On s’abonne massivement à l’insignifiance sur Instagram. Aux belles personnes qui donnent envie d’être beau. Pas forcément parce que les marchands de gentillesse épurée nous fascinent. Mais bien parce que c’est à portée de main. Documenter son quotidien exige un effort moindre (c’est quand même plus motivant de vendre ton cul plutôt que celui d’un patron colérique et control freak) pour des résultats vachement satisfaisants. Ta bouffe. Ton appartement. Tes chats. Tes vêtements. Le gym que tu fréquentes. Toi. Toi. Toi.
Une vente pyramidale.

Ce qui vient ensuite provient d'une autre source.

//! A report of one moment: as a page that opens anywhere, as JSON for programs, as text for a
//! terminal. All three are made from the same [`ReportPage`] and say the same.
//!
//! Ground and equipment are two lists. What could not be judged is counted beside what was, so that
//! missing data never reads as good news. Each output that could be acted on carries [`CAUTIONS`].

mod html;
mod table;
mod terminal;
mod values;
mod words;

pub use html::HtmlOptions;
pub use table::{Align, Cell, Column, Table};
pub use terminal::{TerminalOptions, colour_wanted};
pub use values::values;
pub use words::age_in_words;

use crate::chart::{LimitKind, Mark};
use jiff::tz::TimeZone;
use serde::{Serialize, Serializer};

/// What goes with every output that could be acted on.
pub const CAUTIONS: [&str; 6] = [
    "Advice only. The responsible licensed engineer decides under the local code, the owner's procedure and the law.",
    "Do not rely on one instrument, one logger, one link or one person; walk and look.",
    "No one inside the bund or under the shell while the level changes.",
    "Lowering takes hours: decide early.",
    "A passed test does not end the need to watch.",
    "Not a safety-rated trip.",
];

/// Said of a site that does not exist.
pub const INVENTED: &str = "This site, its people and all its numbers are invented.";

/// A report of one moment.
#[derive(Debug, Clone, Serialize)]
pub struct ReportPage {
    /// Name of the site.
    pub site: String,
    /// Whether the site does not exist (a demonstration).
    pub invented: bool,
    /// What the report is about: the tank and its test.
    pub title: String,
    /// The moment judged, seconds of Unix time.
    pub moment_s: i64,
    /// Zone of the site.
    #[serde(serialize_with = "zone_name")]
    pub zone: TimeZone,
    /// The load at that moment: level, applied pressure, stage, hours in it.
    pub load: Vec<Fact>,
    /// What happened, against which load, who agrees, what the site's plan says.
    pub headline: Vec<String>,
    /// Ground: one row an instrument, the gravest first.
    pub instruments: Vec<InstrumentRow>,
    /// Equipment: one row a fault.
    pub faults: Vec<FaultRow>,
    /// Pictures.
    #[serde(skip)]
    pub charts: Vec<ChartSection>,
    /// What was read in, and what was not.
    pub import: Vec<ImportFile>,
}

/// A named value in words.
#[derive(Debug, Clone, PartialEq, Serialize)]
pub struct Fact {
    pub name: String,
    /// With its unit.
    pub value: String,
}

/// The load under which a value was read.
#[derive(Debug, Clone, PartialEq, Serialize)]
pub struct LoadAtReading {
    pub liquid_level_m: f64,
    pub applied_pressure_kpa: f64,
    pub stage: String,
    pub hours_in_stage: f64,
}

/// Distance to the next limit.
#[derive(Debug, Clone, PartialEq, Serialize)]
pub struct Margin {
    /// Which trigger begins at the limit.
    pub to: LimitKind,
    /// In the unit of the reading; negative when the limit is passed.
    pub value: f64,
    /// In percent of the limit, where that means something.
    pub percent: Option<f64>,
}

/// Value at which a trigger begins under the load of the reading.
#[derive(Debug, Clone, Copy, PartialEq, Serialize)]
pub struct LimitValue {
    pub trigger: LimitKind,
    pub value: f64,
}

/// The verdict on one instrument.
#[derive(Debug, Clone, PartialEq, Serialize)]
pub struct InstrumentRow {
    pub mark: Mark,
    pub id: String,
    pub kind: String,
    /// Where it is, in words.
    pub place: String,
    pub unit: String,
    /// Decimals its values are written with.
    pub decimals: usize,
    pub reading: Option<f64>,
    /// The load under which it was read.
    pub load: Option<LoadAtReading>,
    pub expected: Option<f64>,
    pub band_low: Option<f64>,
    pub band_high: Option<f64>,
    /// Values at which the triggers begin under this load.
    pub limits: Vec<LimitValue>,
    pub margin: Option<Margin>,
    /// Data state in words: good, suspect, stale, ...
    pub data_state: String,
    /// Age of the reading at the moment judged, s.
    pub age_s: Option<i64>,
}

/// One equipment fault.
#[derive(Debug, Clone, PartialEq, Serialize)]
pub struct FaultRow {
    pub id: String,
    pub kind: String,
    pub place: String,
    /// Data state in words: frozen, not read, ...
    pub data_state: String,
    /// What points to it.
    pub evidence: String,
    /// Since when, seconds of Unix time.
    pub since_s: Option<i64>,
    /// When it was good again; none while it goes on.
    pub until_s: Option<i64>,
    /// What to look at first.
    pub next_step: String,
}

/// A picture with its words.
#[derive(Debug, Clone, PartialEq)]
pub struct ChartSection {
    /// Under the picture, which carries its own heading.
    pub caption: String,
    /// Made by `chart`; put into the page as it is.
    pub svg: String,
    /// The numbers of the picture, for those who cannot see it.
    pub values: Option<Table>,
}

/// What became of one file of readings.
#[derive(Debug, Clone, PartialEq, Serialize)]
pub struct ImportFile {
    pub name: String,
    /// Rows in the file.
    pub rows: usize,
    /// Readings taken over, good or not.
    pub kept: usize,
    /// Readings that were there before.
    pub duplicates: usize,
    /// Rows that gave no reading.
    pub refused: usize,
    pub messages: Vec<ImportMessage>,
}

/// A remark of the import.
#[derive(Debug, Clone, PartialEq, Serialize)]
pub struct ImportMessage {
    /// Line in the file, counted from 1.
    pub line: Option<u64>,
    /// Whether data were lost by it.
    pub lost_data: bool,
    pub text: String,
}

impl ReportPage {
    /// How many instruments carry which mark, and how many faults there are, in one sentence.
    pub fn counts(&self) -> String {
        let of = |wanted: fn(&Mark) -> bool| {
            self.instruments.iter().filter(|row| wanted(&row.mark)).count()
        };
        let counted = [
            (of(|mark| matches!(mark, Mark::Stop { .. })), "Stop"),
            (of(|mark| matches!(mark, Mark::Review { .. })), "Review"),
            (of(|mark| matches!(mark, Mark::Watch { .. })), "Watch"),
            (of(|mark| matches!(mark, Mark::Normal)), "Normal"),
            (of(|mark| matches!(mark, Mark::NotJudged | Mark::Fault)), "not judged"),
        ];
        let parts = counted.iter().filter(|(count, _)| *count > 0);
        let parts: Vec<_> = parts.map(|(count, word)| format!("{count} {word}")).collect();
        let ground = match parts.len() {
            0 => "No instrument judged".to_owned(),
            _ => format!("{} of {} instruments", parts.join(", "), self.instruments.len()),
        };
        let over = self.faults.iter().filter(|fault| fault.until_s.is_some()).count();
        let faults = match self.faults.len() - over {
            0 => "no equipment fault known".to_owned(),
            1 => "1 equipment fault".to_owned(),
            count => format!("{count} equipment faults"),
        };
        let over = match over {
            0 => String::new(),
            1 => ", 1 more that is over".to_owned(),
            count => format!(", {count} more that are over"),
        };
        format!("{ground}; {faults}{over}.")
    }

    /// The load that most readings were made under; rows under another load say so.
    pub(crate) fn common_load(&self) -> Option<&LoadAtReading> {
        let loads: Vec<_> = self.instruments.iter().filter_map(|row| row.load.as_ref()).collect();
        let shared = |load: &LoadAtReading| loads.iter().filter(|other| **other == load).count();
        // The first among equals, so that the same report is made each time.
        loads.iter().rev().max_by_key(|load| shared(load)).copied()
    }

    /// Whether any instrument has no verdict: that is not good news, and is said.
    pub fn is_incomplete(&self) -> bool {
        let unjudged = |row: &InstrumentRow| matches!(row.mark, Mark::NotJudged | Mark::Fault);
        self.instruments.is_empty()
            || self.instruments.iter().any(unjudged)
            || self.faults.iter().any(|fault| fault.until_s.is_none())
    }

    /// As JSON, with the cautions.
    ///
    /// # Errors
    /// When a value cannot be written; a report made of finite numbers always can.
    pub fn to_json(&self) -> Result<String, serde_json::Error> {
        #[derive(Serialize)]
        struct Whole<'a> {
            format: &'static str,
            #[serde(flatten)]
            page: &'a ReportPage,
            counts: String,
            incomplete: bool,
            cautions: [&'static str; 6],
        }
        serde_json::to_string_pretty(&Whole {
            format: "brimstead report 1",
            page: self,
            counts: self.counts(),
            incomplete: self.is_incomplete(),
            cautions: CAUTIONS,
        })
    }
}

/// Said when a verdict is missing.
pub(crate) const INCOMPLETE: &str = "Missing or doubtful data are not good news: they block the next rise until they are explained.";

fn zone_name<S: Serializer>(zone: &TimeZone, out: S) -> Result<S::Ok, S::Error> {
    match (zone.iana_name(), zone.to_fixed_offset()) {
        (Some(name), _) => out.serialize_str(name),
        (None, Ok(offset)) => out.collect_str(&offset),
        (None, Err(_)) => out.serialize_str("unknown"),
    }
}

#[cfg(test)]
pub(crate) mod tests;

Je m’abonne aux insignifiants pour apprendre à être insignifiant à mon tour jusqu’au jour où je me décide enfin à plonger tête première dans le domaine de l’insignifiance.
Ma plume (et pas rien que la mienne), celle qui autrefois transmettait la passion de l’écriture, n’est dorénavant plus aussi affriolante qu’elle ne l’était maintenant qu’il suffit d’adopter un chaton et de se tenir à l’affût des derniers mets tendance de l’année à venir. On n’ira pas se casser la tête avec des mots, quand même.
Cette hallucinante époque où savoir arborer magnifiquement un sweartshirt inscrit NUTELLA est un authentique talent. Annonciateur d’une éventuelle et grande carrière dans l’arborage du sweatshirt. Tout ça, impunément, parce que : bonheur. On ne s’oppose pas au bonheur. Jamais. Ce sont les méchants dans les films qui s’opposent au bonheur.
Les gentils ne peuvent pas être dans la faute. Et il n’y a que les méchants pour reprocher aux gentils d’avoir fait erreur.